Source data
▼▼▼

@register_shape
class Polygon(_Section):
    """A channel with a polygonal cross-section.

    Parameters
    ----------
    vertices : array_like, shape (k, 2)
        Corner coordinates (x, y) [m], k >= 3, in either orientation. The
        polygon must be simple (no self-intersection) and star-shaped: some
        interior point must see every wall (every convex polygon is).

    Raises
    ------
    ValueError
        For fewer than three vertices, repeated vertices, zero area, crossing
        edges, a polygon that is not star-shaped, or sizes outside 1 nm-1 cm.

    Notes
    -----
    Meshed as fans from the centre of the largest circle that sees every wall;
    ``half_size`` is that circle's radius (the inradius for a convex polygon).

    Examples
    --------
    >>> s = 1e-6
    >>> tri = Polygon([[0, 0], [s, 0], [s / 2, s * 3**0.5 / 2]])
    >>> f"{float(tri.poiseuille_number):.3f}"
    '13.333'
    """

    parameters = ("vertices",)
    parameter_info: dict = {}

    def __init__(self, vertices):
        V = as_float_array("vertices", vertices, unit="m")
        if V.ndim != 2 or V.shape[1] != 2 or V.shape[0] < 3:
            raise ValueError(f"vertices must be an array of shape (k, 2) with k >= 3 corners "
                             f"(x, y) [m], got shape {V.shape}")
        span = float(np.max(np.ptp(V, axis=0)))
        if span > SIZE_MAX:
            raise ValueError(f"vertices span {span:g} m, above the allowed maximum {SIZE_MAX:g} m")
        W = np.roll(V, -1, axis=0)
        edge = np.linalg.norm(W - V, axis=1)
        if np.any(edge <= 1e-12 * max(span, 1e-300)):
            i = int(np.argmin(edge))
            raise ValueError(f"vertices: corners {i} and {(i + 1) % len(V)} coincide "
                             f"({V[i].tolist()}); the polygon is degenerate")
        k = len(V)
        for i in range(k):
            for j in range(i + 1, k):
                if j == i + 1 or (i == 0 and j == k - 1):
                    continue
                if _segments_cross(V[i], W[i], V[j], W[j]):
                    raise ValueError(f"vertices: the polygon is self-intersecting (edge {i} "
                                     f"crosses edge {j})")
        area2 = float(np.sum(V[:, 0] * W[:, 1] - W[:, 0] * V[:, 1]))
        if abs(area2) <= 1e-9 * span**2:
            raise ValueError(f"vertices: the polygon has zero area ({0.5 * area2:g} m^2); "
                             "it is degenerate")
        if area2 < 0:
            V = V[::-1].copy()
            W = np.roll(V, -1, axis=0)
        c, r = _chebyshev_centre(V)
        if c is None or r <= 1e-6 * span:
            raise ValueError("vertices: the polygon is not star-shaped (no interior point sees "
                             "every wall); split it into star-shaped channels")
        if r < 0.5 * SIZE_MIN:
            raise ValueError(f"vertices: the largest inscribed circle has radius {r:g} m, below "
                             f"the allowed minimum {0.5 * SIZE_MIN:g} m")
        self.vertices = V
        self._centre, self._radius = c, r

    def _parameter_shapes(self):
        # the vertex array is one polygon, not an array of parameter points
        return {}

    def _values(self, shape):
        return [np.full(int(np.prod(shape)) if shape else 1, None, dtype=object)]

    @property
    def area(self):
        V, W = self.vertices, np.roll(self.vertices, -1, axis=0)
        return np.asarray(0.5 * np.sum(V[:, 0] * W[:, 1] - W[:, 0] * V[:, 1]))

    @property
    def perimeter(self):
        return np.asarray(np.sum(np.linalg.norm(np.roll(self.vertices, -1, 0) - self.vertices,
                                                axis=1)))

    @property
    def half_size(self):
        """Radius of the largest circle that sees every wall [m] (inradius if convex)."""
        return np.asarray(self._radius)

    def _point_geometry(self, _=None):
        L = self._radius
        flat = np.concatenate([self._centre, self.vertices.ravel()]) / L
        return "polygon", tuple(float(v) for v in flat), L

    def __repr__(self):
        return f"Polygon(vertices={self.vertices.tolist()!r})"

▲▲▲

> Work order
A single number is the answer: how many lines of the entries above contain "that"?

> Response
4